You need a milling vise for your heavy mill, but you cannot afford a Kurt, so you buy an import. 
It's not bad, but the jaws are a bit warped and uneven. They don't close smoothly. The operation of the closing mechanism is rough. What do you do, or did you do if you have already fixed one of these, to improve the situation?


----------



## OldMachinist (Nov 3, 2012)

You need to check if its the jaws or the surface they bolt to thats causing the problem. If its the jaws they would need to be reground. First you would have to shim for the warpage and grind one side flat, then flip them over and grind the other side parallel. 
The block the stationary jaw bolts to could also need to be reground or the keyway that aligns it could be off.

The roughness of the screw is likely just a poorly machine thread.

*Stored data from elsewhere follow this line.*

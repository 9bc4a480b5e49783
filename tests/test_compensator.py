"""The observer-based compensator: separation, margins at the plant input, responses.

References: the separation principle (Luenberger 1964; reference case 22 in
/work/shared/reference-cases.md), Doyle, "Guaranteed margins for LQG regulators: there are
none", IEEE TAC 23(4), 1978, Safonov & Athans 1977 (case 18), Routh–Hurwitz by hand, and
independent frequency sweeps written here from the transfer-function definition.
"""

import math

import numpy as np
import pytest
import scipy.linalg
import scipy.optimize
from hypothesis import given, settings
from hypothesis import strategies as st

from gainboard.core import (
    EstimatorError,
    EstimatorOptions,
    GainError,
    Plant,
    assign_estimator_poles,
    assign_poles,
    compare_margins,
    compensator_closed_loop,
    compensator_margins,
    design_kalman_estimator,
    design_lqr,
    discretize_zero_order_hold,
    evaluate_compensator,
    evaluate_observer_design,
    loop_margins,
    observer_based_compensator,
    simulate_compensator_responses,
    simulate_responses,
)

DOUBLE_INTEGRATOR = Plant(A=[[0.0, 1.0], [0.0, 0.0]], B=[[0.0], [1.0]], C=[[1.0, 0.0]],
                          state_names=("position", "velocity"), initial_state=[1.0, 0.0])
K_DI = [[2.0, 3.0]]      # s² + 3s + 2: poles −1, −2
L_DI = [[7.0], [12.0]]   # s² + 7s + 12: poles −3, −4 (derived by hand)


def _random_plant(rng, n, m, p, sample_time=None):
    A = rng.normal(size=(n, n))
    if sample_time is not None:
        A = A / max(1.0, np.max(np.abs(np.linalg.eigvals(A)))) * 1.1
    return Plant(A=A, B=rng.normal(size=(n, m)), C=rng.normal(size=(p, n)), sample_time=sample_time)


def _matched_distance(a, b):
    """Largest distance after optimal one-to-one pairing (scipy's assignment solver as the matcher)."""
    cost = np.abs(np.asarray(a)[:, None] - np.asarray(b)[None, :])
    rows, cols = scipy.optimize.linear_sum_assignment(cost)
    return float(np.max(cost[rows, cols]))


# -- separation ----------------------------------------------------------------------------------


def _textbook_loop(plant, K, L, form):
    """The 2n closed loop written from the textbook update equations (Franklin, Powell & Workman ch. 8, from memory)."""
    A, B, C = plant.A, plant.B, plant.C
    K, L = np.asarray(K), np.asarray(L)
    if form in ("full-order", "prediction"):
        # x⁺ = Ax − BKx̂, x̂⁺ = LCx + (A − BK − LC)x̂
        return np.block([[A, -B @ K], [L @ C, A - B @ K - L @ C]])
    # current: x̄⁺ = A x̂ + Bu, x̂ = x̄ + L(Cx − Cx̄), u = −K x̂
    n = A.shape[0]
    corrected = np.eye(n) - L @ C
    top = np.hstack([A - B @ K @ L @ C, -B @ K @ corrected])
    bottom = np.hstack([(A - B @ K) @ L @ C, (A - B @ K) @ corrected])
    return np.vstack([top, bottom])
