"""The built wheel and sdist hold every module of the source tree, under the gainboard namespace.

A hand-written package list once left ``gainboard.app.views`` out of the wheel, so ``gainboard serve``
crashed after a normal (non-editable) install while the editable checkout worked. These tests build
the distributions the way a user's pip does (``python -m build``: sdist first, then the wheel from the
sdist) and compare their contents with a walk of the source folders.
"""

from __future__ import annotations

import email.parser
import subprocess
import sys
import tarfile
import zipfile
from pathlib import Path

import pytest

ROOT = Path(__file__).resolve().parent.parent

#: Source folder -> installed package (the design card: nothing installed as a bare `core` or `app`).
INSTALLED_AS = {"api": "gainboard", "core": "gainboard/core", "app": "gainboard/app",
                "sample_plants": "gainboard/sample_plants"}
#: Files of the source tree that a user's install needs: code, bundled plants, the typing marker.
SHIPPED_SUFFIXES = (".py", ".toml", ".typed")


def source_files() -> dict[str, Path]:
    """Installed path (inside the wheel) -> source file, for every shipped file under the source folders."""
    files = {}
    for folder, package in INSTALLED_AS.items():
        for path in sorted((ROOT / folder).rglob("*")):
            if path.is_file() and path.suffix in SHIPPED_SUFFIXES and "__pycache__" not in path.parts:
                files[f"{package}/{path.relative_to(ROOT / folder).as_posix()}"] = path
    return files


@pytest.fixture(scope="module")
def distributions(tmp_path_factory):
    out = tmp_path_factory.mktemp("dist")
    completed = subprocess.run([sys.executable, "-m", "build", "--outdir", str(out), str(ROOT)],
                               capture_output=True, text=True, timeout=600)
    assert completed.returncode == 0, completed.stdout[-3000:] + completed.stderr[-3000:]
    (wheel,) = out.glob("gainboard-*.whl")
    (sdist,) = out.glob("gainboard-*.tar.gz")
    return wheel, sdist


def test_the_source_walk_finds_the_subpackages_that_were_once_missed():
    # The walk itself must see nested packages, or the comparison below proves nothing.
    files = source_files()
    assert "gainboard/app/views/__init__.py" in files
    assert "gainboard/sample_plants/cart_pendulum.toml" in files
    assert "gainboard/__init__.py" in files and "gainboard/py.typed" in files


def test_the_wheel_holds_every_source_module_and_nothing_at_top_level(distributions):
    wheel, _ = distributions
    names = set(zipfile.ZipFile(wheel).namelist())
    missing = sorted(set(source_files()) - names)
    assert not missing, f"the wheel lacks {missing}"
    top_level = {name.split("/")[0] for name in names}
    assert top_level == {"gainboard", f"{wheel.name.split('-')[0]}-{wheel.name.split('-')[1]}.dist-info"}, top_level


def test_the_wheel_metadata_states_the_licence_and_refuses_upload(distributions):
    wheel, _ = distributions
    archive = zipfile.ZipFile(wheel)
    (metadata_name,) = [n for n in archive.namelist() if n.endswith(".dist-info/METADATA")]
    metadata = email.parser.Parser().parsestr(archive.read(metadata_name).decode())
    # PEP 639: the SPDX expression in License-Expression, the file under .dist-info/licenses/.
    assert metadata["License-Expression"] == "LicenseRef-Proprietary"
    assert "Private :: Do Not Upload" in metadata.get_all("Classifier")
    assert any(n.endswith(".dist-info/licenses/LICENSE") for n in archive.namelist())
    requirements = metadata.get_all("Requires-Dist")
    base = [r for r in requirements if "extra ==" not in r]
    # The base install is the numeric core and the command line: no browser stack.
    assert not any(r.startswith(("panel", "bokeh", "param")) for r in base), base
    (entry_points,) = [n for n in archive.namelist() if n.endswith(".dist-info/entry_points.txt")]
    assert "gainboard = gainboard.app.cli:main" in archive.read(entry_points).decode()


def test_the_sdist_carries_what_a_rebuild_needs(distributions):
    _, sdist = distributions
    with tarfile.open(sdist) as archive:
        names = {name.split("/", 1)[1] for name in archive.getnames() if "/" in name}
    for needed in ("setup.py", "pyproject.toml", "LICENSE", "README.md", "app/views/__init__.py",
                   "sample_plants/cart_pendulum.toml", "api/py.typed"):
        assert needed in names, f"the sdist lacks {needed}"
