"""Sampling keeps the design: the emulation check beside a continuous K, the z-plane as an explicit choice.

Reference values (shared/reference-cases.md):
- case 9: ZOH double integrator Φ = [[1, T], [0, 1]], Γ = [T²/2, T]ᵀ (Franklin, Powell & Workman, from memory);
- case 14: z² + a1 z + a0 is stable iff |a0| < 1 and 1 ± a1 + a0 > 0 (Jury; Åström & Wittenmark, from memory).
  For the double integrator with K = [k1, k2] through a ZOH the characteristic polynomial is
  z² + (k1T²/2 + k2T − 2) z + (1 + k1T²/2 − k2T) (derived by hand from case 9), so the Jury
  conditions give the largest stable T exactly: K = [1, 1] → T < 2; K = [1, 3] → T < 2/3.
scipy.signal.cont2discrete (method "zoh") is the independent reference for the sampled matrices.
"""

from __future__ import annotations

import numpy as np
import pytest
import scipy.signal

from gainboard import core
from gainboard.app.state import DesignState

DOUBLE_INTEGRATOR = core.Plant(A=[[0.0, 1.0], [0.0, 0.0]], B=[[0.0], [1.0]], C=[[1.0, 0.0]], name="double integrator")


def scipy_sampled_poles(plant, gain, T):
    """eig(Φ − ΓK) with Φ, Γ from scipy.signal.cont2discrete (reference library)."""
    Ad, Bd, *_ = scipy.signal.cont2discrete((plant.A, plant.B, plant.C, plant.D), T, method="zoh")
    return np.sort_complex(np.linalg.eigvals(Ad - Bd @ np.asarray(gain, float)))


@pytest.fixture
def state():
    return DesignState(DOUBLE_INTEGRATOR, gain=[[1.0, 3.0]])


def test_the_emulation_check_shows_the_sampled_loop_and_keeps_the_design(state):
    state.set_entry(0, 0, 1.5)
    state.set_entry(0, 0, 1.0)
    state.pin()
    undo_depth, pinned, history = state.undo_depth, state.pinned, state.gain_log.entries
    assert state.check_sampling(0.2)
    assert not state.plant.is_sampled and state.plant is DOUBLE_INTEGRATOR
    np.testing.assert_array_equal(state.gain, [[1.0, 3.0]])
    assert state.undo_depth == undo_depth and state.pinned is pinned and state.gain_log.entries == history
    emulation = state.evaluation.emulation
    assert emulation is not None and emulation.sample_time == 0.2
    # z-plane poles: scipy's ZOH as the reference
    np.testing.assert_allclose(np.sort_complex(emulation.sampled.closed_loop.poles),
                               scipy_sampled_poles(DOUBLE_INTEGRATOR, [[1.0, 3.0]], 0.2), atol=1e-12)
    assert emulation.stable
    # Jury (case 14 with case 9's Φ, Γ, derived): K = [1, 3] loses stability at T = 2/3 exactly
    assert emulation.largest_stable_sample_time == pytest.approx(2 / 3, rel=1e-8)
    assert emulation.sampled.margins is not None  # margins of the sampled loop (complete detail)
    assert emulation.sampled.responses.initial is not None


def test_the_emulation_check_follows_k_and_reports_an_unstable_sampled_loop(state):
    assert state.check_sampling(0.5)
    assert state.evaluation.emulation.stable
    assert state.set_entry(0, 1, 1.0)  # K = [1, 1]: Jury gives T < 2, so T = 0.5 is still stable
    assert state.evaluation.emulation.largest_stable_sample_time == pytest.approx(2.0, rel=1e-8)
    assert state.check_sampling(2.5)
    assert not state.evaluation.emulation.stable
    assert np.max(np.abs(scipy_sampled_poles(DOUBLE_INTEGRATOR, state.gain, 2.5))) > 1  # scipy agrees


def test_an_invalid_sample_time_is_refused_in_one_message_and_nothing_changes(state):
    for bad in (0.0, -1.0, float("nan"), float("inf")):
        assert not state.check_sampling(bad)
        assert state.message_kind == "error" and "positive, finite number of seconds" in state.message
        assert state.evaluation.emulation is None


def test_continuing_on_the_z_plane_keeps_k_pins_and_history_and_undo_goes_back(state):
    state.set_entry(0, 0, 2.0)
    state.set_entry(0, 0, 1.0)
    state.pin()
    history = state.gain_log.entries
    depth = state.undo_depth
    assert state.check_sampling(0.1)
    assert state.sample_plant()
    assert state.plant.is_sampled and state.plant.sample_time == 0.1
    Ad, Bd, *_ = scipy.signal.cont2discrete((DOUBLE_INTEGRATOR.A, DOUBLE_INTEGRATOR.B, DOUBLE_INTEGRATOR.C,
                                             DOUBLE_INTEGRATOR.D), 0.1, method="zoh")
    np.testing.assert_allclose(state.plant.A, Ad, atol=1e-14)
    np.testing.assert_allclose(state.plant.B, Bd, atol=1e-14)
    np.testing.assert_array_equal(state.gain, [[1.0, 3.0]])  # the sampled equivalent of K is K itself
    assert state.undo_depth == depth + 1 and state.pinned is not None
    assert state.gain_log.entries[:len(history)] == history
    np.testing.assert_allclose(np.sort_complex(state.evaluation.closed_loop.poles),
                               scipy_sampled_poles(DOUBLE_INTEGRATOR, [[1.0, 3.0]], 0.1), atol=1e-12)
    assert state.undo()  # back to the continuous design, with its check
    assert state.plant is DOUBLE_INTEGRATOR and state.emulation_sample_time == 0.1
    np.testing.assert_array_equal(state.gain, [[1.0, 3.0]])
    assert state.undo()  # and further back through the continuous history
    np.testing.assert_array_equal(state.gain, [[2.0, 3.0]])
    assert state.redo() and state.redo()
    assert state.plant.is_sampled


def test_redesign_on_the_z_plane_is_an_explicit_choice_with_the_sampled_plants_lqr(state):
    assert state.check_sampling(0.1)
    assert state.sample_plant(redesign=True)
    sampled = state.plant
    Q, R = core.bryson_weights(sampled)
    # scipy's discrete Riccati solver as the reference: K = (R + ΓᵀPΓ)⁻¹ΓᵀPΦ
    P = __import__("scipy.linalg").linalg.solve_discrete_are(sampled.A, sampled.B, Q, R)
    expected = np.linalg.solve(R + sampled.B.T @ P @ sampled.B, sampled.B.T @ P @ sampled.A)
    np.testing.assert_allclose(state.gain, expected, rtol=1e-9)
    assert state.undo()
    assert state.plant is DOUBLE_INTEGRATOR
    np.testing.assert_array_equal(state.gain, [[1.0, 3.0]])


def test_back_to_continuous_keeps_k_and_is_undone_like_any_step(state):
    assert state.sample_plant(0.1)
    assert state.set_entry(0, 0, 0.5)
    assert state.restore_continuous()
    assert state.plant is DOUBLE_INTEGRATOR
    np.testing.assert_array_equal(state.gain, [[0.5, 3.0]])
    assert state.undo() and state.plant.is_sampled


def test_opening_another_plant_drops_the_emulation_check(state):
    assert state.check_sampling(0.1)
    assert state.load_plant_reference("cart_pendulum")
    assert state.emulation_sample_time is None and state.evaluation.emulation is None
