"""Large plants: memory of the all-entry stable intervals stays bounded (issue 11 item 7).

The analysis hands matrices to LAPACK in blocks of bounded size; numpy solves each matrix of a
stack on its own, so blocking must not change a single number. Reference for the numbers: the
same computation in one block (the numbers of the unblocked analysis, which the other tests check
against Routh–Hurwitz and brute-force sweeps).
"""

import numpy as np
import pytest

import gainboard.core._single_entry as single_entry
import gainboard.core._single_entry_family as family_module
from gainboard.core import Plant, all_entry_stable_intervals


def _chain_plant(rng, carts):
    """Carts joined by springs and dampers, pushed at both ends (a demo scenario of our own)."""
    stiffness = np.zeros((carts, carts))
    damping = np.zeros((carts, carts))
    for j in range(carts - 1):
        for matrix, value in ((stiffness, rng.uniform(0.5, 4.0)), (damping, rng.uniform(0.05, 0.2))):
            matrix[j:j + 2, j:j + 2] += value * np.array([[1.0, -1.0], [-1.0, 1.0]])
    A = np.block([[np.zeros((carts, carts)), np.eye(carts)], [-stiffness, -damping]])
    B = np.zeros((2 * carts, 2))
    B[carts, 0] = 1.0
    B[-1, 1] = 1.0
    return Plant(A=A, B=B)


def test_all_entry_intervals_in_small_blocks_give_the_same_numbers_and_never_a_large_stack(monkeypatch, rng):
    plant = _chain_plant(rng, 4)
    n = plant.state_count
    K = rng.normal(size=(2, n)) * 0.3 + np.hstack([np.eye(2, 4) * 2, np.eye(2, 4) * 2])
    whole = all_entry_stable_intervals(plant, K)

    budget = 3 * (n + 1) ** 2  # about three bordered matrices per LAPACK call
    monkeypatch.setattr(family_module, "_BORDERED_BUDGET", budget)
    monkeypatch.setattr(single_entry, "_FAMILY_GROUP_ENTRIES", 2 * n * n)  # two entries' families at a time
    largest = []
    for name in ("eigvals", "solve"):
        original = getattr(np.linalg, name)

        def recording(matrices, *args, _original=original, **kwargs):
            matrices = np.asarray(matrices)
            if matrices.ndim == 3:
                largest.append(matrices.shape[0] * matrices.shape[1] * matrices.shape[2])
            return _original(matrices, *args, **kwargs)

        monkeypatch.setattr(np.linalg, name, recording)
    blocked = all_entry_stable_intervals(plant, K)
    monkeypatch.undo()

    # the stacks of the stable-interval analysis stay within twice the budget (a bordered pair R, Rᴴ)
    assert largest and max(largest) <= 2 * budget
    assert sorted(blocked) == sorted(whole)
    for entry, result in whole.items():
        other = blocked[entry]
        assert other.intervals == result.intervals
        assert [c.gain for c in other.crossings] == [c.gain for c in result.crossings]
        assert other.pieces == result.pieces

Did you take it all apart when you got it and clean all the packing grease and chips out of it?


----------



## Pitchfire (Nov 3, 2012)

I went with new South Bend instead of GMT (Glacern) and while it's not bad, it's not perfect either. Glacern would be my nod to those who haven't purchased a vice but may be reading. I got lazy and just consolidated all of my ordering that I could to Grizzly. I wound up getting a Glacern face mill anyways so if their is egg on the screen it dripped from my face.


----------



## DMS (Nov 3, 2012)

Pull the jaws off, replace them with aluminum or mild steel soft jaws. Rejoice, because you would have been better off doing that in the first place 

Seriously, I used my original little 4 inch vice with the stock, hardened jaws for the longest time. Then I heard about soft jaws, and replaced those with some stepped aluminum jaws. Huzzah! The aluminum is soft sticky. It grabs parts much better than the hardened steel (those jaws tend to be polished, and therefore slick). You don't have to tighten as hard to get a good hold, and they don't mar your parts like the stock jaws will. I highly recommend you try them for yourself.

I have heard of people souping up their vices by installing thrust bearings. I also found a very good writeup from someone who seems to have had the same issue as you. he did a complete teardown and overhall.

http://www.docsmachine.com/projects/4vise/4vise-01.html

As an aside, I also have an import 5". Mainly got it because the Kurt 5" was expensive, more expensive than the 6", and I can actually move a 5" vice without a crane...


----------